Top of INFORMATION SUPPLIED
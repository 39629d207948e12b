import { type Actor, isAtLeast } from '../common/policy';

/** The owner sees who works in the shop. */
export function canListPeople(actor: Actor): boolean {
  return isAtLeast(actor, 'owner');
}

/** The owner invites. */
export function canInvite(actor: Actor): boolean {
  return isAtLeast(actor, 'owner');
}

/** The owner changes roles and blocks, but not their own: the shop would be without a key. */
export function canChange(actor: Actor, target: { id: number }): boolean {
  return isAtLeast(actor, 'owner') && actor.id !== target.id;
}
Bottom of INFORMATION SUPPLIED
Using the exact wording, write out all of the records.

## ANSWER BOX
repository 39629d207948e12b
import { type Actor, isAtLeast } from '../common/policy';

/** The owner sees who works in the shop. */
export function canListPeople(actor: Actor): boolean {
  return isAtLeast(actor, 'owner');
}

/** The owner invites. */
export function canInvite(actor: Actor): boolean {
  return isAtLeast(actor, 'owner');
}

/** The owner changes roles and blocks, but not their own: the shop would be without a key. */
export function canChange(actor: Actor, target: { id: number }): boolean {
  return isAtLeast(actor, 'owner') && actor.id !== target.id;
}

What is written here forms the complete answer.